Tutti a dare contro l’Europa, dopo la diffida inviata nei giorni scorsi all’Italia, dove la Commissione Ue intimava al Belpaese di eliminare il divieto di produrre formaggi con latte in polvere e latte condensato. Che, ovviamente, non si traduce nell’imposizione a farlo, ma che ha scatenato reazioni forti da parte di molti, a partire dal Ministro Martina, che ha dichiarato “non faremo passi indietro”, a Slow Food e Coldiretti, che hanno sostenuto che una cosa simile metterebbe a rischio il sistema dei formaggi di qualità del Belpaese (in realtà tutelati dai disciplinari dei vari prodotti Dop e Igp).
Ma ora emerge che più che una partita Europa-Italia, quello del latte sia uno scontro che nasce dentro al Belpaese.

“Siamo di fronte ad un caso di alto tradimento del Made in Italy da parte di una associazione che ha agito contro gli interessi dell’Italia, dell’agroalimentare nazionale e forse di parte dei suoi associati impegnati nel garantire la qualità e la tipicità della produzione lattiero casearia tricolore”, tuona il presidente della Coldiretti Roberto Moncalvo nel commentare l’indiscrezione secondo la quale a sollecitare la diffida della Commissione Europea nei confronti dell’Italia per porre fine al divieto di detenzione e utilizzo di latte in polvere per la fabbricazione di prodotti lattiero caseari, previsto dalla legge nazionale n. 138 dell’11 aprile del 1974, sia stata l’associazione delle Industrie lattiero casearie (Assolatte). Un sospetto che è stato confermato parzialmente dal Commissario europeo Phil Hogan che ha parlato di una reazione comunitaria alla protesta di un produttore italiano nel corso dell’audizione alle Commissioni Agricoltura di Politiche europee di Senato e Camera congiunte. “Quelli che chiedono all’Unione Europea di produrre il “formaggio con la polvere” sono - precisa Moncalvo - gli stessi che sottopagano il latte agli allevatori italiani con prezzi che non coprono neanche i costi dell’alimentazione del bestiame. Una manovra che fa comodo a chi vuol continuare ad importare prodotti dall’estero da spacciare come Made in Italy per la mancanza di un adeguato sistema di etichettatura sull’origine dei prodotti lattiero caseari. Il risultato è che dall’inizio della crisi hanno chiuso in Italia oltre diecimila stalle da latte con la perdita di posti di lavoro e di reddito ma anche di un ruolo insostituibile di presidio del territorio. L’Italia grazie alla tutela della legge nazionale ha conquistato un primato internazionale nella qualità e nella varietà della produzione di formaggi con oltre 400 diversi tipi censiti a livello territoriale che lo scellerato comportamento delle lobby industriali rischia ora di far crollare. Latte in polvere: no allarmismo, pericoloso per il “made in Italy” agroalimentare. Una azione - conclude Moncalvo - che danneggia i consumatori italiani con l’offerta di prodotti di basso standard qualitativo con effetti sul piano economico, occupazionale ed ambientale”.

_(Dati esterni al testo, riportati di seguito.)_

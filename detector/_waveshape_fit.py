"""Base curve and test voltage curve of IEC 60060-1:2010: the double exponential, its robust fit and
the test voltage function k(f) applied to the residual.

The public names are re-exported by :mod:`detector.waveshape`.
"""

from __future__ import annotations

import dataclasses
import math
from typing import Any

import numpy as np
from scipy import fft as _fft
from scipy import optimize

from ._validation import RecordError
from ._waveshape_signal import _Prepared

__all__ = ["DoubleExponential", "filter_residual", "test_voltage_factor"]

#: Largest fit sample count; the tail is thinned beyond this (weights keep the time integral).
_MAX_FIT_POINTS = 1500
#: Weight of the pull of log(tau1), log(tau2) towards their start values (residual units: per unit of
#: the peak, per e-fold of the time constant).
_PRIOR_WEIGHT = 0.02


def test_voltage_factor(frequency_Hz: Any) -> np.ndarray:
    """Test voltage function k(f) of IEC 60060-1:2010 (lightning impulses with overshoot).

    Parameters
    ----------
    frequency_Hz : array_like
        Frequency [Hz]; the sign is ignored.

    Returns
    -------
    numpy.ndarray
        ``k = 1 / (1 + 2.2 f^2)`` with ``f`` in MHz (dimensionless, 1 at 0 Hz).
    """
    f_MHz = np.asarray(frequency_Hz, dtype=np.float64) * 1e-6
    return 1.0 / (1.0 + 2.2 * f_MHz * f_MHz)


test_voltage_factor.__test__ = False  # type: ignore[attr-defined]  # not a pytest test despite its name


@dataclasses.dataclass(frozen=True)
class DoubleExponential:
    """Double-exponential impulse ``A (exp(-(t-t0)/tau1) - exp(-(t-t0)/tau2))`` for ``t >= t0``, else 0.

    Parameters
    ----------
    amplitude_V : float
        A [V]; its sign is the polarity.
    tau1_s, tau2_s : float
        Tail and front time constants [s], ``tau1_s > tau2_s > 0``.
    origin_s : float
        Start time t0 [s].
    """

    amplitude_V: float
    tau1_s: float
    tau2_s: float
    origin_s: float

    def __post_init__(self) -> None:
        """Store plain floats."""
        for name in ("amplitude_V", "tau1_s", "tau2_s", "origin_s"):
            object.__setattr__(self, name, float(getattr(self, name)))

    def __call__(self, times_s: Any) -> np.ndarray:
        """Evaluate the curve at ``times_s`` [s]; returns volts."""
        s = np.clip(np.asarray(times_s, dtype=np.float64) - self.origin_s, 0.0, None)
        return self.amplitude_V * (np.exp(-s / self.tau1_s) - np.exp(-s / self.tau2_s))

    @property
    def peak_time_s(self) -> float:
        """Instant of the crest [s], on the same axis as ``origin_s``."""
        t1, t2 = self.tau1_s, self.tau2_s
        return self.origin_s + math.log(t1 / t2) * t1 * t2 / (t1 - t2)

    @property
    def peak_V(self) -> float:
        """Crest value [V] (signed)."""
        return float(self(self.peak_time_s))


# ---------------------------------------------------------------------------------------------
# Base curve fit
# ---------------------------------------------------------------------------------------------
def _shape_peak(tau1: float, tau2: float) -> float:
    tp = math.log(tau1 / tau2) * tau1 * tau2 / (tau1 - tau2)
    return math.exp(-tp / tau1) - math.exp(-tp / tau2)


def _fit_base(p: _Prepared, i_lo: int, i_hi: int, tau1: float, tau2: float, origin: float,
              source: str | None) -> DoubleExponential:
    """Fit the double exponential to ``p.u[i_lo:i_hi]``; start values in samples. Returns it in SI."""
    # every sample up to a few front times past the crest (thinned if that alone is too many), the tail
    # thinned evenly; weights sqrt(stride) keep the sum over samples close to a time integral
    dense_end = min(i_hi, max(p.ipk + int(6 * p.front_s / p.dt) + 1, i_lo + 1))
    h_step = max(1, int(math.ceil((dense_end - i_lo) / (_MAX_FIT_POINTS // 2))))
    head = np.arange(i_lo, dense_end, h_step)
    room = max(_MAX_FIT_POINTS - head.size, 100)
    t_step = max(h_step, int(math.ceil((i_hi - head[-1] - 1) / room)))
    tail = np.arange(head[-1] + t_step, i_hi, t_step)
    idx = np.concatenate([head, tail])
    wts = np.concatenate([np.full(head.size, math.sqrt(h_step)), np.full(tail.size, math.sqrt(t_step))])
    scale = max(p.front_s / p.dt, 1.0)  # time unit of the fit: one front time, in samples
    x = idx / scale
    y = p.u[idx] / p.peak
    failed = RecordError("the base-curve fit failed; expected an impulse of double-exponential shape "
                         "(a front, a crest and a decaying tail)", path=source, field="voltage")
    try:
        x0 = np.array([1.0 / _shape_peak(tau1, tau2), math.log(tau1 / scale), math.log(tau2 / scale),
                       origin / scale])
    except (ValueError, ZeroDivisionError, OverflowError):
        raise failed from None

    def taus(par: np.ndarray) -> tuple[float, float]:
        return math.exp(min(max(par[1], -300.0), 300.0)), math.exp(min(max(par[2], -300.0), 300.0))

    def model(par: np.ndarray) -> tuple[np.ndarray, np.ndarray, np.ndarray]:
        s = np.clip(x - par[3], 0.0, None)
        t1, t2 = taus(par)
        return s, np.exp(-s / t1), np.exp(-s / t2)

    # A weak pull of the two log time constants towards their start values: negligible where the record
    # determines them, decisive where it does not (a step-like front, a chopped wave without tail), so
    # that the fit has one well-defined answer instead of drifting along a flat valley, where the last
    # bits of the input (or of a multi-threaded BLAS) would pick the end point.
    prior = np.zeros(4)
    prior[1:3] = _PRIOR_WEIGHT

    def fun(par: np.ndarray) -> np.ndarray:
        _, e1, e2 = model(par)
        return np.concatenate([wts * (par[0] * (e1 - e2) - y), prior * (par - x0)])

    def jac(par: np.ndarray) -> np.ndarray:
        s, e1, e2 = model(par)
        t1, t2 = taus(par)
        on = s > 0
        j = np.empty((s.size, 4))
        j[:, 0] = e1 - e2
        j[:, 1] = par[0] * e1 * s / t1
        j[:, 2] = -par[0] * e2 * s / t2
        j[:, 3] = np.where(on, par[0] * (e1 / t1 - e2 / t2), 0.0)
        return np.concatenate([j * wts[:, None], np.diag(prior)])

    f_scale = max(3.0 * p.sigma / p.peak, 0.005)
    # unbounded: the log time constants keep them positive, and trf without bounds is much quicker
    if not np.all(np.isfinite(x0)):
        raise failed
    def sane(par: np.ndarray) -> bool:
        return bool(np.all(np.isfinite(par)) and 1e-3 < abs(par[0]) < 1e3 and -300 < par[1] < 300
                    and -300 < par[2] < 300)

    def robust(start: np.ndarray) -> np.ndarray:
        return optimize.least_squares(fun, start, jac=jac, loss="soft_l1", f_scale=f_scale, x_scale="jac",
                                      xtol=1e-9, ftol=1e-9, gtol=1e-9, max_nfev=200).x

    try:
        with np.errstate(all="ignore"):  # overflow to inf / 0 * inf = nan on wild trial steps is rejected
            # a plain least-squares start (MINPACK, quick), then the robust loss from there; if that
            # wanders off (little data, e.g. chopped on the front), the robust fit from the start values
            first = optimize.least_squares(fun, x0, jac=jac, method="lm", x_scale="jac", xtol=1e-6,
                                           ftol=1e-6, max_nfev=100).x
            best = robust(first) if sane(first) else None
            if best is None or not sane(best):
                best = robust(x0)
    except (ValueError, OverflowError, FloatingPointError, np.linalg.LinAlgError):
        raise failed from None
    if not sane(best):
        raise failed
    a, l1, l2, o = best
    t1, t2 = math.exp(l1) * scale * p.dt, math.exp(l2) * scale * p.dt
    if t2 > t1:  # the same curve with the constants swapped
        t1, t2, a = t2, t1, -a
    return DoubleExponential(float(a * p.peak), t1, t2, p.t0 + float(o) * scale * p.dt)


def filter_residual(residual_V: Any, sample_interval_s: float) -> np.ndarray:
    """Filter a residual curve with the test voltage function k(f) of IEC 60060-1:2010.

    The residual is detrended by the straight line through its end points and zero padded to at least
    twice its length before the FFT, so that the filter does not wrap its end onto its start; the line
    is added back unchanged (k(0) = 1 and k is even, so a straight line passes the filter as it is).

    Parameters
    ----------
    residual_V : array_like
        Recorded curve minus base curve [V], uniformly sampled.
    sample_interval_s : float
        Sample interval [s].

    Returns
    -------
    numpy.ndarray
        Filtered residual [V], same length.
    """
    r = np.asarray(residual_V, dtype=np.float64)
    m = r.size
    if m == 0:
        return r.copy()
    ramp = r[0] + (r[-1] - r[0]) * np.arange(m) / max(m - 1, 1)
    nfft = _fft.next_fast_len(2 * m, real=True)
    spec = _fft.rfft(r - ramp, nfft)
    spec *= test_voltage_factor(_fft.rfftfreq(nfft, sample_interval_s))
    return _fft.irfft(spec, nfft)[:m] + ramp


def _test_voltage_curve(p: _Prepared, base_u: np.ndarray, i_end: int) -> np.ndarray:
    """Return base curve + residual filtered with k(f) over ``[0, i_end)``."""
    return base_u[:i_end] + filter_residual(p.u[:i_end] - base_u[:i_end], p.dt)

In un clima tanto acceso c’è anche chi predica calma, come il presidente della Cia - Confederazione Italiana Agricoltori, Dino Scanavino: “il polverone mediatico che si sta creando intorno al divieto di utilizzare il latte in polvere per i prodotti lattiero-caseari “rischia di innescare preoccupanti allarmismi tutti a svantaggio del made in Italy agroalimentare. Sarebbe opportuno che tutte le organizzazioni di categoria facessero chiarezza sulla questione e richiamassero alla razionalità, anziché spaventare i consumatori con paure spesso infondate. È bene chiarire innanzitutto che il latte in polvere non può essere utilizzato, a prescindere, per la produzione di prodotti a denominazione di origine protetta. Parmigiano, Grana Padano, Mozzarella di bufala, Pecorino, Asiago, Provolone e tutti gli altri 50 prodotti caseari “made in Italy” restano estranei a questa vicenda”.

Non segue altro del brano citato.